Kommentar vom 2023-01-29, 21:56

@JL: Natürlich muss man sich dann auch trauen, ChatGPT-Abgaben durchfallen zu lassen - wenn man dazu nicht bereit ist, lohnt sich natürlich der Einsatz der Filter nicht. Dann kann man generell nur mündlich prüfen. Dass Sie das noch nicht erlebt haben, wundert mich nicht, da bisher ja auch kein zuverlässiger Indikator für KI-Einsatz da war. Es ist ja nach dem aktuellen Stand auch kein Betrugsversuch, eher ein Indikator, dass gewisse Kompetenzen nicht ausreichend entwickelt sind. Und das Auslassen von mündlichen Prüfungen ist ein erprobtes Verfahren z.B. für die besseren Abiturienten und beruht auf dem juristischen Prinzip der Beweislastumkehr - da hätte ich eher weniger Bedenken.
Gruss (dg)

Kommentar vom 2023-01-29, 23:15

@dg: Oh, ich meinte, dass ich noch nie erlebt habe (auch und insbesondere als Zweitprüfer), dass jemand bei einer mündlichen Prüfung (Kolloquium) zu einer schriftlichen Arbeit (Bachelorarbeit usw.) durchgefallen ist. Seit alten Zeiten, lange vor der KI. – Wenn man in der Abiturklausur schwächelt, kommt man in die mündliche Nachprüfung, aber doch nicht, wenn der Verdacht besteht, dass man bei der Klausur geschummelt hat. Dieser Verdacht ist entweder gerichtsfest oder aber ohne Belang. Eine Beweislastumkehr gibt es (bisher) nur in ausgewählten Situationen insbesondere als Hilfe für die*den Schwächere*n gegen die*den Stärkere*n (zum Beispiel Kund*in gegen Händler*in). J. L.

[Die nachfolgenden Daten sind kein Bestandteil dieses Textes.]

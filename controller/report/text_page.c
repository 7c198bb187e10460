/* SPDX-License-Identifier: GPL-3.0-or-later */
#include "report/text_page.h"

#include <inttypes.h>
#include <math.h>
#include <stdarg.h>
#include <string.h>

#include "utf8.h"

#define TEXT_COLUMNS 80
#define TEXT_COLUMNS_LEAST 60

static const struct text_signs signs_utf8 = { "…", "−", "≥", "≤", "–", "…" };
static const struct text_signs signs_ascii = { "..", "-", ">=", "<=", "-",
	"~" };

/* SGR parameters, ECMA-48 section 8.3.117. */
static const char *const paints[PAINTS] = {
	[PAINT_NONE] = "0",
	[PAINT_BOLD] = "1",
	[PAINT_GOOD] = "1;32",
	[PAINT_BAD] = "1;31",
	[PAINT_OPEN] = "1;33",
	[PAINT_VOID] = "1;35",
};

void
text_page_init(struct text_page *page, const struct text_style *style,
    uint64_t largest_bps, FILE *out)
{
	static const struct {
		uint64_t from_bps, digit_bps;
		const char *unit;
	} units[] = {
		{ UINT64_C(10000000000), 1000000, "Gbit/s" },
		{ UINT64_C(10000000), 1000, "Mbit/s" },
		{ 0, 1, "kbit/s" },
	};
	size_t i = 0;

	while (largest_bps < units[i].from_bps)
		i++;
	*page = (struct text_page){ .out = out, .colour = style->colour,
		.ascii = style->ascii,
		.signs = style->ascii ? &signs_ascii : &signs_utf8,
		.digit_bps = units[i].digit_bps,
		.rate_unit = units[i].unit };
	page->columns = style->columns == 0 ? TEXT_COLUMNS
	    : style->columns < TEXT_COLUMNS_LEAST ? TEXT_COLUMNS_LEAST
	    : style->columns;
}

void
text_put(struct text_page *page, const char *text)
{
	char clean[1024];

	(void)utf8_printable(text, page->ascii, clean, sizeof(clean));
	(void)fputs(clean, page->out);
	page->at += (unsigned)utf8_columns(clean);
}

void
text_putf(struct text_page *page, const char *fmt, ...)
{
	char text[1024];
	va_list ap;

	va_start(ap, fmt);
	(void)vsnprintf(text, sizeof(text), fmt, ap);
	va_end(ap);
	text_put(page, text);
}

void
text_paint(struct text_page *page, enum text_paint paint, const char *text)
{
	if (page->colour && paint != PAINT_NONE)
		(void)fprintf(page->out, "\033[%sm", paints[paint]);
	text_put(page, text);
	if (page->colour && paint != PAINT_NONE)
		(void)fputs("\033[0m", page->out);
}

static void
pad(struct text_page *page, unsigned column)
{
	unsigned wanted = page->at > 0 && column <= page->at ? 1
	    : column > page->at ? column - page->at : 0;

	(void)fprintf(page->out, "%*s", (int)wanted, "");
	page->at += wanted;
}

void
text_left(struct text_page *page, unsigned column, const char *text)
{
	pad(page, column);
	text_put(page, text);
}

void
text_right(struct text_page *page, unsigned column, const char *text)
{
	unsigned width = (unsigned)utf8_columns(text);

	pad(page, column > width ? column - width : 0);
	text_put(page, text);
}

void
text_cut(struct text_page *page, unsigned column, unsigned end,
    const char *text)
{
	const char *at = text;
	char cut[512];
	size_t used;

	pad(page, column);
	if (page->at + utf8_columns(text) < end) {
		text_put(page, text);
		return;
	}
	for (unsigned n = page->at + 2; n < end && *at != '\0'; n++)
		(void)utf8_next(&at);
	used = (size_t)(at - text);
	(void)snprintf(cut, sizeof(cut), "%.*s%s", (int)used, text,
	    page->signs->cut);
	text_put(page, cut);
}

void
text_end(struct text_page *page)
{
	(void)fputc('\n', page->out);
	page->at = 0;
}

void
text_heading(struct text_page *page, const char *text)
{
	text_end(page);
	text_paint(page, PAINT_BOLD, text);
}

/* A number stays with what follows it: its unit. */
static size_t
word_length(const char *text)
{
	size_t length = strcspn(text, " ");

	if (length > 0 && text[length] == ' ' && text[length - 1] >= '0' &&
	    text[length - 1] <= '9')
		length += 1 + strcspn(text + length + 1, " ");
	return length;
}

void
text_wrap(struct text_page *page, unsigned column, const char *text)
{
	bool first = true;
	char word[512];

	while (*text != '\0') {
		size_t length = word_length(text);

		(void)snprintf(word, sizeof(word), "%.*s", (int)length, text);
		if (!first && page->at + 1 + utf8_columns(word) >
		    page->columns) {
			text_end(page);
			first = true;
		}
		if (!first)
			text_put(page, " ");
		else if (page->at == 0)
			pad(page, column);
		text_put(page, word);
		first = false;
		text += length;
		text += strspn(text, " ");
	}
	text_end(page);
}

static const char *
digits_text(uint64_t digits, const char *sign, char buf[TEXT_CELL_SIZE])
{
	(void)snprintf(buf, TEXT_CELL_SIZE, "%s%" PRIu64 ".%03" PRIu64, sign,
	    digits / 1000, digits % 1000);
	return buf;
}

const char *
text_rate(const struct text_page *page, uint64_t bps,
    char buf[TEXT_CELL_SIZE])
{
	return digits_text(bps / page->digit_bps, "", buf);
}

const char *
text_change(const struct text_page *page, int64_t digits,
    char buf[TEXT_CELL_SIZE])
{
	return digits < 0
	    ? digits_text((uint64_t)-digits, page->signs->minus, buf)
	    : digits_text((uint64_t)digits, digits > 0 ? "+" : "", buf);
}

const char *
text_percent(double ratio, char buf[TEXT_CELL_SIZE])
{
	/* A hair more than the value, or 0.97 would print as 96.99 %. */
	(void)snprintf(buf, TEXT_CELL_SIZE, "%.2f %%",
	    floor(ratio * 1e4 + 1e-7) / 100);
	return buf;
}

Kommentar vom 2023-01-30, 09:52

@JL: Ich sehe, Sie haben die 1000-EUR-Schulungsidee noch nicht ganz abgehakt. Also gut - wir werden bestimmt bald sehen, wohin die Abschlussarbeiten sich entwickeln.
Gruss (dg)

Kommentar vom 2023-01-30, 10:34

[Kommentar wegen beleidigender Äußerung und "Thema verfehlt" nicht veröffentlicht. J. L.]